Question

The number of persons coming through a blood bank until the first person with type A blood is a random variable Y with a geometric distribution. If p denotes the probability that any one randomly selected person will possess type A blood, then E[Y ] = 1/p and V [Y ] = (1-p)/p2.

Find a function of Y that is an unbiased estimator of V [Y ].
Then suggest how to form a two-standard error bound on the error of estimation when Y is used to estimate 1/p.

Answer 1

Answer:

a. ½(Y² - Y) is an unbiased estimator of the variance.

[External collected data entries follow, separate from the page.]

using Xunit.Sdk;

namespace LowVisionAid.Browser.Tests.Infrastructure;

/// <summary>
/// Counts the assertion failures and browser errors raised in this test process (xunit 2 tells a test class nothing
/// of its own outcome). The browser tests run one at a time, so a count that grew during a test means it failed.
/// </summary>
internal static class FailureWatch
{
    private static int _failures;

    static FailureWatch() => AppDomain.CurrentDomain.FirstChanceException += (_, e) =>
    {
        if (e.Exception is XunitException or PlaywrightException or TimeoutException)
        {
            Interlocked.Increment(ref _failures);
        }
    };

    public static int Count => Volatile.Read(ref _failures);
}
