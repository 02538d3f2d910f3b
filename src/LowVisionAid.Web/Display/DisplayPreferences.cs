namespace LowVisionAid.Web.Display;

/// <summary>The colour scheme the pages are drawn in.</summary>
public enum ColourScheme
{
    /// <summary>Dark text on a white background.</summary>
    Standard,

    /// <summary>White and yellow text on a black background.</summary>
    HighContrast,
}

/// <summary>The base size of the text on every page.</summary>
public enum TextSize
{
    /// <summary>The default size (already larger than a browser's default).</summary>
    Standard,

    /// <summary>About a quarter larger again.</summary>
    Large,
}

/// <summary>
/// How a reader wants the pages drawn. Remembered in a cookie set by a plain form post, and applied on the server
/// as classes on the html element, so it works without JavaScript and before the first paint.
/// </summary>
public sealed record DisplayPreferences(ColourScheme Scheme, TextSize Text)
{
    /// <summary>The cookie that remembers the choice.</summary>
    public const string CookieName = "lva-display";

    /// <summary>Standard colours and standard text.</summary>
    public static DisplayPreferences Default { get; } = new(ColourScheme.Standard, TextSize.Standard);

    /// <summary>The classes for the html element: <c>scheme-standard</c> or <c>scheme-contrast</c>, <c>text-standard</c> or <c>text-large</c>.</summary>
    public string CssClass => $"{SchemeToken(Scheme)} {TextToken(Text)}";

    /// <summary>The value written to the cookie, e.g. <c>scheme-contrast.text-large</c>.</summary>
    public string ToCookieValue() => $"{SchemeToken(Scheme)}.{TextToken(Text)}";

    /// <summary>Reads a cookie value; anything unrecognised falls back to the default for that part.</summary>
    public static DisplayPreferences FromCookieValue(string? value)
    {
        if (string.IsNullOrWhiteSpace(value))
        {
            return Default;
        }

        var parts = value.Split('.', StringSplitOptions.RemoveEmptyEntries | StringSplitOptions.TrimEntries);
        var scheme = parts.Contains(SchemeToken(ColourScheme.HighContrast), StringComparer.Ordinal)
            ? ColourScheme.HighContrast
            : ColourScheme.Standard;
        var text = parts.Contains(TextToken(TextSize.Large), StringComparer.Ordinal) ? TextSize.Large : TextSize.Standard;
        return new(scheme, text);
    }

    /// <summary>The preferences remembered for this request, or the default.</summary>
    public static DisplayPreferences From(HttpRequest request)
    {
        ArgumentNullException.ThrowIfNull(request);
        return FromCookieValue(request.Cookies[CookieName]);
    }

    /// <summary>Remembers these preferences for a year.</summary>
    public void WriteTo(HttpResponse response)
    {
        ArgumentNullException.ThrowIfNull(response);
        response.Cookies.Append(CookieName, ToCookieValue(), new CookieOptions
        {
            HttpOnly = true,
            IsEssential = true,
            SameSite = SameSiteMode.Lax,
            Secure = response.HttpContext.Request.IsHttps,
            MaxAge = TimeSpan.FromDays(365),
            Path = "/",
        });
    }

    private static string SchemeToken(ColourScheme scheme) => scheme == ColourScheme.HighContrast ? "scheme-contrast" : "scheme-standard";

    private static string TextToken(TextSize text) => text == TextSize.Large ? "text-large" : "text-standard";
}
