using System.Text;
using Deque.AxeCore.Commons;
using Deque.AxeCore.Playwright;

namespace LowVisionAid.Browser.Tests.Infrastructure;

/// <summary>
/// An axe-core scan of the page as it is now: WCAG 2.0–2.2 A and AA, best practice, and the AAA contrast rule
/// (7:1 for text), which the project requires. Any violation fails, listing each rule id, its help and targets.
/// </summary>
public static class AxeScan
{
    private static readonly List<string> Tags = ["wcag2a", "wcag2aa", "wcag21a", "wcag21aa", "wcag22aa", "best-practice"];

    public static async Task AssertNoViolationsAsync(IPage page, string what)
    {
        ArgumentNullException.ThrowIfNull(page);
        var options = new AxeRunOptions
        {
            RunOnly = new RunOnlyOptions { Type = "tag", Values = Tags },
            // Every rule still runs; passing and inapplicable rules come back with one element each instead of every
            // element they checked, which on a long page is most of the scan's time (axe-core's resultTypes option).
            ResultTypes = [ResultType.Violations, ResultType.Incomplete],
            Rules = new Dictionary<string, RuleOptions>
            {
                ["color-contrast-enhanced"] = new() { Enabled = true },
            },
        };

        var result = await page.RunAxe(options);

        // A scan that checked nothing would pass vacuously; a real page always passes some rules.
        Assert.True(result.Passes.Length > 0, $"axe ran no rule on {what}.");
        var ran = result.Passes.Concat(result.Violations).Concat(result.Incomplete).Select(rule => rule.Id).ToHashSet(StringComparer.Ordinal);
        Assert.True(ran.Contains("color-contrast-enhanced"), $"axe did not run the 7:1 contrast rule on {what}; it ran {string.Join(", ", ran)}.");
        Assert.True(result.Violations.Length == 0, Describe(what, result.Violations));
    }

    private static string Describe(string what, AxeResultItem[] violations)
    {
        var text = new StringBuilder().Append(CultureInfo.InvariantCulture, $"axe found {violations.Length} violation(s) on {what}:");
        foreach (var violation in violations)
        {
            text.AppendLine().Append(CultureInfo.InvariantCulture, $"- {violation.Id} ({violation.Impact}): {violation.Help}");
            foreach (var node in violation.Nodes)
            {
                var checks = node.Any.Concat(node.All).Concat(node.None).Select(check => check.Message);
                text.AppendLine().Append(CultureInfo.InvariantCulture, $"    at {node.Target}: {string.Join("; ", checks)}");
            }
        }

        return text.ToString();
    }
}
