using System.Net;
using Microsoft.AspNetCore.Hosting;
using Microsoft.AspNetCore.Hosting.Server;
using Microsoft.AspNetCore.Hosting.Server.Features;
using Microsoft.AspNetCore.Mvc.Testing;
using Microsoft.Extensions.DependencyInjection;

namespace LowVisionAid.Browser.Tests.Infrastructure;

/// <summary>
/// The app on real Kestrel at 127.0.0.1 on a free port, with its own data folder (and so its own SQLite file) in a
/// temp folder. One per test class (<c>IClassFixture&lt;AppServer&gt;</c>), so classes never share records.
/// </summary>
public sealed class AppServer : WebApplicationFactory<Program>
{
    private readonly string _dataFolder = Path.Combine(Path.GetTempPath(), "lva-browser-" + Guid.NewGuid().ToString("N"));
    private Uri? _baseAddress;

    public AppServer()
    {
        Directory.CreateDirectory(_dataFolder);
        UseKestrel(options => options.Listen(IPAddress.Loopback, 0));
    }

    /// <summary>The folder that holds this server's database.</summary>
    public string DataFolder => _dataFolder;

    /// <summary>The address the browser should open, e.g. http://127.0.0.1:41234/.</summary>
    public Uri BaseAddress
    {
        get
        {
            if (_baseAddress is null)
            {
                StartServer();
                var addresses = Services.GetRequiredService<IServer>().Features.Get<IServerAddressesFeature>()!.Addresses;
                _baseAddress = new Uri(addresses.First(a => a.StartsWith("http://127.0.0.1:", StringComparison.Ordinal)) + "/");
            }

            return _baseAddress;
        }
    }

    /// <summary>An absolute address on this server.</summary>
    public Uri Url(string relative) => new(BaseAddress, relative.TrimStart('/'));

    protected override void ConfigureWebHost(IWebHostBuilder builder)
    {
        // Not Development: the friendly error pages are what a clinic sees, so they are what we test.
        builder.UseEnvironment("Testing");
        // Tells Program.cs an address is configured, so it does not claim the default port 5080.
        builder.UseSetting("urls", "http://127.0.0.1:0");
        // The clinic's data folder (the web branch's ClinicDataSetup.DataFolderKey): this class's own SQLite file.
        builder.UseSetting("DataFolder", _dataFolder);
        builder.ConfigureServices(services => services.AddSingleton<IStartupFilter, FaultInjection>());
    }

    protected override void Dispose(bool disposing)
    {
        base.Dispose(disposing);
        if (disposing)
        {
            try
            {
                Directory.Delete(_dataFolder, recursive: true);
            }
            catch (IOException)
            {
                // A file still open on a slow file system; the temp folder is cleaned by the OS.
            }
        }
    }
}
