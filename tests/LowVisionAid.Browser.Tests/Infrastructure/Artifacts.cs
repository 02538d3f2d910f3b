namespace LowVisionAid.Browser.Tests.Infrastructure;

/// <summary>
/// Screenshots, in test-artifacts/screenshots/ at the repository root (git ignores it). A test names its steps with
/// <see cref="ScreenshotAsync"/>; the picture is taken only when the test fails (<see cref="BrowserTest"/> takes the
/// last named step's page then), or at every step when LVA_SCREENSHOTS=all (for looking the pages over).
/// </summary>
public static class Artifacts
{
    /// <summary>Set to "all" to save a screenshot at every named step, failing or not.</summary>
    public const string ScreenshotsVariable = "LVA_SCREENSHOTS";

    private static readonly Lazy<string> Screenshots = new(() =>
    {
        var folder = Path.Combine(FindRepositoryRoot(), "test-artifacts", "screenshots");
        Directory.CreateDirectory(folder);
        return folder;
    });

    // After a full-page capture chromium reports the page scrolled to its end to scripts, while input is still
    // hit-tested at the old scroll offset; the next click is then aimed from the wrong place (on a long form it lands
    // on the form, not on its button, and nothing is sent). Scrolling once for real, back to where the page was,
    // puts the two in step again.
    private const string RestoreScroll = """
        async ([x, y]) => {
            const frame = () => new Promise(resolve => requestAnimationFrame(() => resolve()));
            window.scrollTo(x, y === 0 ? 1 : y - 1);
            await frame();
            window.scrollTo(x, y);
            await frame();
        }
        """;

    private static (IPage Page, string Name, bool FullPage)? _lastStep;

    public static bool EveryStep => string.Equals(Environment.GetEnvironmentVariable(ScreenshotsVariable), "all", StringComparison.OrdinalIgnoreCase);

    /// <summary>
    /// Names a step and returns where its screenshot goes. The picture is saved now only when LVA_SCREENSHOTS=all;
    /// otherwise only if the test fails after this step. The page stays scrolled as it was.
    /// </summary>
    public static async Task<string> ScreenshotAsync(IPage page, string name, bool fullPage = true)
    {
        ArgumentNullException.ThrowIfNull(page);
        var path = PathFor(name);
        _lastStep = (page, name, fullPage);
        if (EveryStep)
        {
            await CaptureAsync(page, path, fullPage);
        }

        return path;
    }

    /// <summary>Forgets the last step (a new test starts).</summary>
    internal static void StartTest() => _lastStep = null;

    /// <summary>Saves a screenshot of the failing test's last named step's page (or <paramref name="fallback"/>).</summary>
    internal static async Task<string?> CaptureFailureAsync(IPage? fallback, string testClass)
    {
        var (page, name, fullPage) = _lastStep ?? (fallback!, testClass, true);
        if (page is null || page.IsClosed)
        {
            return null;
        }

        var path = PathFor("failed-" + name);
        try
        {
            await CaptureAsync(page, path, fullPage);
            return path;
        }
        catch (PlaywrightException)
        {
            // The page is gone with the failure (a crashed or closed context): nothing to picture.
            return null;
        }
    }

    private static string PathFor(string name)
    {
        var safe = string.Concat(name.Select(c => char.IsLetterOrDigit(c) || c is '-' or '_' ? c : '-'));
        return Path.Combine(Screenshots.Value, safe + ".png");
    }

    private static async Task CaptureAsync(IPage page, string path, bool fullPage)
    {
        var scroll = fullPage ? await page.EvaluateAsync<double[]>("() => [window.scrollX, window.scrollY]") : null;
        await page.ScreenshotAsync(new PageScreenshotOptions { Path = path, FullPage = fullPage });
        if (scroll is not null)
        {
            await page.EvaluateAsync(RestoreScroll, scroll);
        }
    }

    private static string FindRepositoryRoot()
    {
        for (var dir = new DirectoryInfo(AppContext.BaseDirectory); dir is not null; dir = dir.Parent)
        {
            if (File.Exists(Path.Combine(dir.FullName, "LowVisionAid.sln")))
            {
                return dir.FullName;
            }
        }

        return Directory.GetCurrentDirectory();
    }
}
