def test_variable_reach_spectrum_matches_exact_diagonalization():
    # Random variable-range N = 2 chains with real couplings of both signs and random
    # relabelling of terms and sites: the free levels (real chain path along the indifference
    # ordering) equal dense exact diagonalization (numpy eigvalsh via fl.exact_spectrum) with
    # multiplicities (fl.match_levels).
    rng = np.random.default_rng(15)
    seen_variable = 0
    for _ in range(8):
        m = int(rng.integers(5, 9))
        reaches = random_reaches(m, rng)
        if m + max(reaches) > 11:
            continue
        c = rng.uniform(0.3, 1.7, m) * rng.choice([-1.0, 1.0], m)
        model = variable_range_model(reaches, c, rng)
        sp = fl.free_spectrum(model)
        if len(set(reaches)) > 1 and fl.graphs.graph.chain_structure(model) is None:
            seen_variable += 1
            assert "indifference ordering" in sp.provenance.path
            assert sp.provenance.reach is None
            assert sp.provenance.finder["root_method"] == "chain-count"
        match = fl.match_levels(sp.levels(None), fl.exact_spectrum(model))
        assert match.ok, match
    assert seen_variable >= 3


def test_variable_reach_certified_goes_through_the_exact_polynomial():
    rng = np.random.default_rng(4)
    reaches = [2, 1, 3, 2, 1, 2, 2]
    model = variable_range_model(reaches, list(rng.uniform(0.3, 1.7, 7)), rng)
    fast = fl.free_spectrum(model, method="fast")
    cert = fl.free_spectrum(model, method="certified")
    assert cert.provenance.finder["root_method"] == "exact-certified"
    assert cert.provenance.finder["rigorous"]
    np.testing.assert_allclose(fast.quasi_energies, cert.quasi_energies, rtol=1e-13)
    assert np.all(np.abs(fast.quasi_energies - cert.quasi_energies) <= cert.error_bounds + 1e-15)
    back = np.array([0, 1, 1, 2, 2])
    with pytest.raises(ValueError, match="exact polynomial"):
        solve_chain(rng.uniform(0.3, 1.7, 5), back, 2, "certified")
    found = solve_chain(rng.uniform(0.3, 1.7, 5), back, 2)
    assert found.count == chain_root_count(5, back)


def test_stop_hook_stops_the_window_seeds(monkeypatch):
    # The seed windows run in worker threads: a stop hook of the calling thread must stop
    # them too (freeladder.stop_when), and the windows must not run on after the call.
    monkeypatch.setattr(real, "_SEED_WINDOW", 512)
    monkeypatch.setattr(real, "_SEED_TERMS", 2048)
    w = random_weights(6000, 61)
    polls = []

    def hook() -> bool:
        polls.append(threading.current_thread().name)
        return len(polls) > 1

    before = threading.active_count()
    with pytest.raises(fl.Interrupted), fl.stop_when(hook):
        chain_real_roots(w, 2)
    assert threading.active_count() == before
    assert set(polls) == {threading.current_thread().name}  # asked in the calling thread only
    full = chain_real_roots(w, 2)
    assert full.converged and full.count == chain_root_count(6000, 2)
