def _build(m: Model) -> ExclusionPolynomial:
    n = m.states
    weights = []
    for j, c in enumerate(m.couplings):
        try:
            weights.append(_power(exact_value(c), n))
        except (TypeError, ValueError) as err:
            raise type(err)(f"term {j}: {err}") from None
    ring = _Ring(_kind_of(weights))
    rounded = any(isinstance(to_python_number(c), float) for c in m.couplings)
    if ring.kind == "integer":
        weights = [int(w) for w in weights]
    chain = chain_structure(m) if len(m) else None
    has_zero = any(w == 0 for w in weights)
    if chain is not None:
        order = tuple(int(v) for v in chain.order)
        ordered = tuple(weights[j] for j in order)
        p = chain.reach
        data: tuple[tuple[Any, ...], int, tuple[int, ...]] | None = (ordered, p, order)
        degree = None if has_zero else (len(order) + p) // (p + 1)
        return ExclusionPolynomial(
            lambda: _chain_sums(ring, ordered, p), weights, n, ring.kind, data, degree, rounded
        )
    sums = _graph_sums(ring, independence_graph(m), weights) if len(m) else [1]
    return ExclusionPolynomial(lambda: sums, weights, n, ring.kind, None, rounded=rounded)
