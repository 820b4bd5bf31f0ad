"""The exclusion polynomial P(y) of a model, with exact (or symbolic) coefficients.

    P(y) = sum over independent sets S of the frustration graph of (-y)^|S| prod_{j in S} c_j^N
         = sum_s (-y)^s C_s

For an exclusion chain of reach p (terms in chain order, weights ``w_k = c_k^N``)

    P_k(y) = P_{k-1}(y) - y w_k P_{k-p-1}(y),     P_k = 1 for k <= 0,

which is how chains are computed and evaluated here; any other frustration graph goes through
the exact deletion / simplicial-clique recursion of :mod:`freeladder.graphs.independent`.

Also here: the partial polynomials ``P_s(y) = sum_{r <= s} (-y)^r C_r`` and their certified
roots (:meth:`ExclusionPolynomial.truncated`, :meth:`ExclusionPolynomial.roots`), and the sum
rules ``sum eta^N = C_1``, ``sum eta^{2N} = C_1^2 - 2 C_2`` (:func:`power_sum_targets`,
:func:`sum_rules`), the one place every check of them calls.

Arithmetic is exact and chosen from the weights: integers, rationals (a float coupling stands
for its exact binary value), Gaussian rationals (complex couplings; reported as rounded complex
numbers) or sympy expressions (symbolic couplings).

References
----------
P. Fendley, J. Phys. A 52, 335002 (2019), arXiv:1901.08078 (N = 2, reach 2);
F. C. Alcaraz and R. A. Pimenta, Phys. Rev. B 102, 121101(R) (2020), arXiv:2005.14622 (the
chain recurrence, any reach and N);
S. J. Elman, A. Chapman and S. T. Flammia, Commun. Math. Phys. 388, 969 (2021),
arXiv:2012.07857 (P for claw-free frustration graphs).
"""

from __future__ import annotations

import math
import numbers
import threading
import warnings
from collections.abc import Callable, Sequence
from dataclasses import dataclass
from fractions import Fraction
from typing import TYPE_CHECKING, Any, NamedTuple

import numpy as np

from ..algebra.model import Model
from ..base import display
from ..base.cache import part
from ..base.errors import TooLargeError
from ..base.interrupt import poll, polled
from ..base.jsonready import json_ready
from ..base.scalars import exact_to_sympy, exact_value, to_fmpq, to_python_number, to_sympy
from ..graphs.graph import ADJACENCY, chain_structure
from ..graphs.independent import Algebra, IndependenceGraph
from .certify import certified_roots
from .result import RootTable

if TYPE_CHECKING:
    import flint
    import sympy
else:
    from ..base.lazy import flint, sympy

__all__ = [
    "MAX_ROOT_DEGREE",
    "ChainData",
    "ExclusionPolynomial",
    "SumRules",
    "exclusion_polynomial",
    "independence_graph",
    "independent_set_counts",
    "power_sum_targets",
    "sum_rules",
]

_BIG = 2.0**256
_SMALL = 2.0**-256


# -- exact coefficient rings -----------------------------------------------------------------------
class _GaussPoly:
    """A polynomial with Gaussian-rational coefficients, as two flint rational polynomials."""

    __slots__ = ("re", "im")

    def __init__(self, re: flint.fmpq_poly, im: flint.fmpq_poly) -> None:
        self.re = re
        self.im = im

    def __add__(self, other: _GaussPoly) -> _GaussPoly:
        return _GaussPoly(self.re + other.re, self.im + other.im)

    def __mul__(self, other: _GaussPoly) -> _GaussPoly:
        return _GaussPoly(
            self.re * other.re - self.im * other.im, self.re * other.im + self.im * other.re
        )


class _SymPoly:
    """A polynomial with sympy coefficients (ascending), kept expanded."""

    __slots__ = ("c",)

    def __init__(self, c: Sequence[sympy.Expr]) -> None:
        self.c = tuple(c)

    def __add__(self, other: _SymPoly) -> _SymPoly:
        a, b = self.c, other.c
        if len(a) < len(b):
            a, b = b, a
        return _SymPoly([a[i] + b[i] if i < len(b) else a[i] for i in range(len(a))])

    def __mul__(self, other: _SymPoly) -> _SymPoly:
        out = [sympy.Integer(0)] * (len(self.c) + len(other.c) - 1)
        for i, ai in enumerate(self.c):
            if ai == 0:
                continue
            for j, bj in enumerate(other.c):
                out[i + j] += ai * bj
        return _SymPoly([sympy.expand(v) for v in out])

b. 2 Standard Error = 2√(Y²/2 - Y/2)

Explanation:

Given

E(Y) = 1/p

V(Y) = (1 - p)/p²

Simplifying V(Y)...

V(Y) = 1/p² - 1/p

Because V(Y) = 1/p² - 1/p and E(Y) = 1/p,

We'll guess that there might be an unbiased estimator of shape

aY² + bY.

Solving E(aY² + bY)...

First, E(Y²) = V(Y) + (E(Y))²

Substituting the values of V(Y) and E(Y);

E(Y²) = 1/p² - 1/p + (1/p)²

E(Y²) = 1/p² - 1/p + 1/p²

E(Y²) = 2/p² - 1/p

With the above,

E(aY² + bY) is then equal to

E(aY² + bY) = 2a/p² - a/p + b/p

The above equation is equal to V(Y), if and only if

a = ½ and b = -½

-------------- Checking------------

Let E(aY² + bY) = V(Y)

i.e.

2a/p² - a/p + b/p = 1/p² - 1/p

Multiply through by l

2a/p - a + b = 1/p - 1

Comparing right hand side to left hand side

2a/p = 1/p ----- Equation 1

And

- a + b = - 1 ------- Equation 2

Solving Equation 1 (Multiply both sides by p)

2a = 1

So, a = ½

Substitute ½ for a in Equation 2

-½ + b = -1

b = -1 + ½

b = -½

------------ End --------------

Thus ½(Y² - Y) is an unbiased estimator of the variance.

b.

2 Standard Error is given by

2√V(Y)

= 2√(1/p² - 1/p)

= 2√(Y²/2 - Y/2)